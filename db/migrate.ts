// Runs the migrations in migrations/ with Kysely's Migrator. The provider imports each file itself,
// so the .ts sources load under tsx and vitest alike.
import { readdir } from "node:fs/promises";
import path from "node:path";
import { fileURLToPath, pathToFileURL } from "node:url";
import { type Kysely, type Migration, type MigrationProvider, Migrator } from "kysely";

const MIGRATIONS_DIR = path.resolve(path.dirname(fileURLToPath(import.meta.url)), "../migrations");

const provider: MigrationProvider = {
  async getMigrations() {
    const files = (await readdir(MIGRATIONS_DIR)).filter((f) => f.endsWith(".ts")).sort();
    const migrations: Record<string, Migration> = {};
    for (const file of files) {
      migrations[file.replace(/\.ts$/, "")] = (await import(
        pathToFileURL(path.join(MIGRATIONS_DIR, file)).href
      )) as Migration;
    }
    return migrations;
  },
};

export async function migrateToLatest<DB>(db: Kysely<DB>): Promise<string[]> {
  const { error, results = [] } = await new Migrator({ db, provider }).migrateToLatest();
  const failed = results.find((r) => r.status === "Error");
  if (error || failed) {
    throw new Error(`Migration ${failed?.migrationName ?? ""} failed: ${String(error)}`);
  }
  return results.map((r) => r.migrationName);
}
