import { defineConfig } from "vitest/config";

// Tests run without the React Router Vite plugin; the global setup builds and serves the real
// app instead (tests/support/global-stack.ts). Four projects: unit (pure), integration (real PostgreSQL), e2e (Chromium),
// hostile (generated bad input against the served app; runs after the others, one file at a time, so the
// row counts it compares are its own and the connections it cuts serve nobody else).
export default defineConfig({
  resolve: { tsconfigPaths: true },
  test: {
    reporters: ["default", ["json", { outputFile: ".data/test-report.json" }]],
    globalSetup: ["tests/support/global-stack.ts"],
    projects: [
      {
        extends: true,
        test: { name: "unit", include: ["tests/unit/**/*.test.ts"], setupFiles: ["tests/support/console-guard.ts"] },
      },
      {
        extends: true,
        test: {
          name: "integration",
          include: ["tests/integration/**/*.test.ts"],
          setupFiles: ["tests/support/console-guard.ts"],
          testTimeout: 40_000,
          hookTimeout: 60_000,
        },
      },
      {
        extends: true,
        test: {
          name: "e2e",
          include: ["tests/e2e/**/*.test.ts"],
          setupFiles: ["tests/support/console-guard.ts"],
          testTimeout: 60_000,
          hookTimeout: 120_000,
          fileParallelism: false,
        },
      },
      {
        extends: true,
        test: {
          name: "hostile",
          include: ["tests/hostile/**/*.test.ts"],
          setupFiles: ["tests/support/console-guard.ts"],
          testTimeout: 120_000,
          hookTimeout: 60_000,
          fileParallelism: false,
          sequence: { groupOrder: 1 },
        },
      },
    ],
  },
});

*EXERCISE BRIEF*: The material above is to be reproduced exactly as written.

*YOUR RESPONSE*:
filename db/migrate.ts
// Runs the migrations in migrations/ with Kysely's Migrator. The provider imports each file itself,
// so the .ts sources load under tsx and vitest alike.
import { readdir } from "node:fs/promises";
import path from "node:path";
import { fileURLToPath, pathToFileURL } from "node:url";
import { type Kysely, type Migration, type MigrationProvider, Migrator } from "kysely";

const MIGRATIONS_DIR = path.resolve(path.dirname(fileURLToPath(import.meta.url)), "../migrations");

const provider: MigrationProvider = {
  async getMigrations() {
    const files = (await readdir(MIGRATIONS_DIR)).filter((f) => f.endsWith(".ts")).sort();
    const migrations: Record<string, Migration> = {};
    for (const file of files) {
      migrations[file.replace(/\.ts$/, "")] = (await import(
        pathToFileURL(path.join(MIGRATIONS_DIR, file)).href
      )) as Migration;
    }
    return migrations;
  },
};

export async function migrateToLatest<DB>(db: Kysely<DB>): Promise<string[]> {
  const { error, results = [] } = await new Migrator({ db, provider }).migrateToLatest();
  const failed = results.find((r) => r.status === "Error");
  if (error || failed) {
    throw new Error(`Migration ${failed?.migrationName ?? ""} failed: ${String(error)}`);
  }
  return results.map((r) => r.migrationName);
}
import { defineConfig } from "vitest/config";

// Tests run without the React Router Vite plugin; the global setup builds and serves the real
// app instead (tests/support/global-stack.ts). Four projects: unit (pure), integration (real PostgreSQL), e2e (Chromium),
// hostile (generated bad input against the served app; runs after the others, one file at a time, so the
// row counts it compares are its own and the connections it cuts serve nobody else).
export default defineConfig({
  resolve: { tsconfigPaths: true },
  test: {
    reporters: ["default", ["json", { outputFile: ".data/test-report.json" }]],
    globalSetup: ["tests/support/global-stack.ts"],
    projects: [
      {
        extends: true,
        test: { name: "unit", include: ["tests/unit/**/*.test.ts"], setupFiles: ["tests/support/console-guard.ts"] },
      },
      {
        extends: true,
        test: {
          name: "integration",
          include: ["tests/integration/**/*.test.ts"],
          setupFiles: ["tests/support/console-guard.ts"],
          testTimeout: 40_000,
          hookTimeout: 60_000,
        },
      },
      {
        extends: true,
        test: {
          name: "e2e",
          include: ["tests/e2e/**/*.test.ts"],
          setupFiles: ["tests/support/console-guard.ts"],
          testTimeout: 60_000,
          hookTimeout: 120_000,
          fileParallelism: false,
        },
      },
      {
        extends: true,
        test: {
          name: "hostile",
          include: ["tests/hostile/**/*.test.ts"],
          setupFiles: ["tests/support/console-guard.ts"],
          testTimeout: 120_000,
          hookTimeout: 60_000,
          fileParallelism: false,
          sequence: { groupOrder: 1 },
        },
      },
    ],
  },
});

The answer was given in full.